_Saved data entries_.

....................

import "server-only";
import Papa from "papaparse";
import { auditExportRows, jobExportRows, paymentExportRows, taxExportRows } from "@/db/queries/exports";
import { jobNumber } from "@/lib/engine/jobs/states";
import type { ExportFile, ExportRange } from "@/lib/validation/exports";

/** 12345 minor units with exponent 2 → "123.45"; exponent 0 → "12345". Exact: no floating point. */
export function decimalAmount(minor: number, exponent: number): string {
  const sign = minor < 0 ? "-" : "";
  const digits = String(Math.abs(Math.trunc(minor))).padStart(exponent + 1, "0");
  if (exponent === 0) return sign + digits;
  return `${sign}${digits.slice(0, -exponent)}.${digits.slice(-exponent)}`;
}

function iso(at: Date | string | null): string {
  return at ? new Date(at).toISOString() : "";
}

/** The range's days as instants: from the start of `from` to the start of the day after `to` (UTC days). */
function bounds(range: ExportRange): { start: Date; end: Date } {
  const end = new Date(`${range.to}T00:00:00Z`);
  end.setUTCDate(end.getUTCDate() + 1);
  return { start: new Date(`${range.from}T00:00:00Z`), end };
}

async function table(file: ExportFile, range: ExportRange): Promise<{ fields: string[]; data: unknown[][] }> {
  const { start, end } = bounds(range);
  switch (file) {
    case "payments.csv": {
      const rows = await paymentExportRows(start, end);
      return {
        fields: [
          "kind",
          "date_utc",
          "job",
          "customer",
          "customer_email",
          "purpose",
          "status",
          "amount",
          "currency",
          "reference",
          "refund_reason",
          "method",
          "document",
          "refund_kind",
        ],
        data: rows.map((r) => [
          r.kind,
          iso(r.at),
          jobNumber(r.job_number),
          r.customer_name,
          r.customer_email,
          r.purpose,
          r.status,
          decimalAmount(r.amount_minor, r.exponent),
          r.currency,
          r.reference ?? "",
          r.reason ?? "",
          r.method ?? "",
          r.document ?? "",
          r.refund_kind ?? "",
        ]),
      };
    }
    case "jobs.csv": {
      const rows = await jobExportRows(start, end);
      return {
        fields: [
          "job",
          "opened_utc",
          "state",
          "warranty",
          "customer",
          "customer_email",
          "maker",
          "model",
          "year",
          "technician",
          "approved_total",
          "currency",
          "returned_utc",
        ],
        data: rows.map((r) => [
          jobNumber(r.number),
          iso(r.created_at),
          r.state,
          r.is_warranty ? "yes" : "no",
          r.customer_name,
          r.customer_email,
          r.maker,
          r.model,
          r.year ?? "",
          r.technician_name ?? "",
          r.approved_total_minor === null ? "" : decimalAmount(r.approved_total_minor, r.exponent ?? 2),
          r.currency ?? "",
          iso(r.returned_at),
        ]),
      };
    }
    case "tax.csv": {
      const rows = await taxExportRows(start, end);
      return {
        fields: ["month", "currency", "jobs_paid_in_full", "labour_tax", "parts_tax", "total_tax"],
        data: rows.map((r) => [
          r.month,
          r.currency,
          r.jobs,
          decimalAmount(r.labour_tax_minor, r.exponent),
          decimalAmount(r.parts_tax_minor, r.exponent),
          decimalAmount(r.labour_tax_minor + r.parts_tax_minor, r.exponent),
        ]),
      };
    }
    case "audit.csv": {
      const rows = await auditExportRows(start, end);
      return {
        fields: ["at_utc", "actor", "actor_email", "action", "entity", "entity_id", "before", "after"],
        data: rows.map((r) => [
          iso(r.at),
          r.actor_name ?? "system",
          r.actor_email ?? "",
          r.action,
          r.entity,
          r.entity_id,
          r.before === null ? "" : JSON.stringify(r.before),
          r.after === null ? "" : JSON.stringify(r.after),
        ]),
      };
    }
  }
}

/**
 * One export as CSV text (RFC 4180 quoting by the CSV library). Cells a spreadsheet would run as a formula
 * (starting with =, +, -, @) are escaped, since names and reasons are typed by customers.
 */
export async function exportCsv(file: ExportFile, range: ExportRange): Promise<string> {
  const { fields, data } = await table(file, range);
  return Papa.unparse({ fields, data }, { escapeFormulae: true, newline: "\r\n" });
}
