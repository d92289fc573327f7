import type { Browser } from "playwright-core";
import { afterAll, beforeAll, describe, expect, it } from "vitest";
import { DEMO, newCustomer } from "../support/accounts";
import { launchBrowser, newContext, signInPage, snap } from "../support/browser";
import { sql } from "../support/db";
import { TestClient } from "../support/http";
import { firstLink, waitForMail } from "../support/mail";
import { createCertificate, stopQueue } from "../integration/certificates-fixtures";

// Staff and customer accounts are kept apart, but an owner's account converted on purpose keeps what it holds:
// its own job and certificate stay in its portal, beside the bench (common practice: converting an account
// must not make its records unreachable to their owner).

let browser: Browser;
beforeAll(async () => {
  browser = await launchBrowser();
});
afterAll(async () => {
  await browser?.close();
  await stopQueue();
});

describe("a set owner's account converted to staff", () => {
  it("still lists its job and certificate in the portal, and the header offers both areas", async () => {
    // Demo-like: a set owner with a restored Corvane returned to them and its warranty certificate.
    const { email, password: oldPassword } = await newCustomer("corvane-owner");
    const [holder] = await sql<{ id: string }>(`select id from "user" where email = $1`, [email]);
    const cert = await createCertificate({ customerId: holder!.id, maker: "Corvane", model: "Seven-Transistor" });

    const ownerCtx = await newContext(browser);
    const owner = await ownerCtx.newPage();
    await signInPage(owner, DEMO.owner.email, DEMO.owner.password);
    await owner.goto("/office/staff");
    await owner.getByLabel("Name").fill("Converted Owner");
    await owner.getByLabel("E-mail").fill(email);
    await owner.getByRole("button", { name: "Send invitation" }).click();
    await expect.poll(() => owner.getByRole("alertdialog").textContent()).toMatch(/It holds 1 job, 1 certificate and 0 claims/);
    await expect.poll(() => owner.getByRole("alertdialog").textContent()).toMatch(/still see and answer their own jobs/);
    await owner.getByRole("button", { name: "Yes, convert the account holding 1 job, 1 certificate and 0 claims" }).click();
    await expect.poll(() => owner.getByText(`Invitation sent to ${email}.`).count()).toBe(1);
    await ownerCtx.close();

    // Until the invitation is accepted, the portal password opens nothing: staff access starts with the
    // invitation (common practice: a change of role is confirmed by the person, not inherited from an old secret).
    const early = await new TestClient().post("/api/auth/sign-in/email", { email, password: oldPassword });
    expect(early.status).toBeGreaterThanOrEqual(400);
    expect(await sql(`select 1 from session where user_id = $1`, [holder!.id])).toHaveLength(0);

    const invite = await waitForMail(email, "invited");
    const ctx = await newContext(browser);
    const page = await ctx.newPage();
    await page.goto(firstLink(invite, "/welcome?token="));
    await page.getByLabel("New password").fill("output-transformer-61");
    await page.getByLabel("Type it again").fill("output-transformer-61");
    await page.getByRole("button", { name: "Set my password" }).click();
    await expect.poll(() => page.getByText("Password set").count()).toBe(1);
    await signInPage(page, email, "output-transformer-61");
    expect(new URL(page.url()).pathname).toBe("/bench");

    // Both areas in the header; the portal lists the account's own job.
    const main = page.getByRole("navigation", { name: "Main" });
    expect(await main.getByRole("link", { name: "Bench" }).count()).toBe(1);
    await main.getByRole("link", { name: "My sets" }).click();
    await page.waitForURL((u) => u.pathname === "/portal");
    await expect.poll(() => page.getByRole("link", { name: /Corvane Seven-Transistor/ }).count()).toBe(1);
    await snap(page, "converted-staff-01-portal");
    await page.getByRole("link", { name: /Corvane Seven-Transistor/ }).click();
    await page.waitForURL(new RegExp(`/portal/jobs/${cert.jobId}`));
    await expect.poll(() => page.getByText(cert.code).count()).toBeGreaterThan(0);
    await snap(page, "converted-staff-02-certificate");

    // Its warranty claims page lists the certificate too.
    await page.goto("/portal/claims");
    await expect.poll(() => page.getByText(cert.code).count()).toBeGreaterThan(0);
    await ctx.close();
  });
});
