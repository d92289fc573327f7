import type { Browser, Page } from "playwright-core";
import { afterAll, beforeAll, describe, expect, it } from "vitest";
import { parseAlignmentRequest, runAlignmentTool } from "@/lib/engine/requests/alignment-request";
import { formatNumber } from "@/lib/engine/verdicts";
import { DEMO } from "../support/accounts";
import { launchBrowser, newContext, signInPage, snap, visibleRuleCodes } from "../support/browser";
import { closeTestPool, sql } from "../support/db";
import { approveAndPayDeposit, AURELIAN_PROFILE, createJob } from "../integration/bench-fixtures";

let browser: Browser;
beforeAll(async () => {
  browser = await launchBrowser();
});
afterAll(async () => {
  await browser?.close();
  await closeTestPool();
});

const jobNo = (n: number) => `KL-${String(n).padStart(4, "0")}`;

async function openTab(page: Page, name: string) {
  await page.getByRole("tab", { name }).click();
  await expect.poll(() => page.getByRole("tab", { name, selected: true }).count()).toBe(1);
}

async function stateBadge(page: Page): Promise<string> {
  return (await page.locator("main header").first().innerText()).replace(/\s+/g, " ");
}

....................

_TASK OBJECTIVE_.
The answer consists of the lines above that include the word "model", each copied exactly.

_RESPONSE BELOW_.
          "model",
          r.model,
    const cert = await createCertificate({ customerId: holder!.id, maker: "Corvane", model: "Seven-Transistor" });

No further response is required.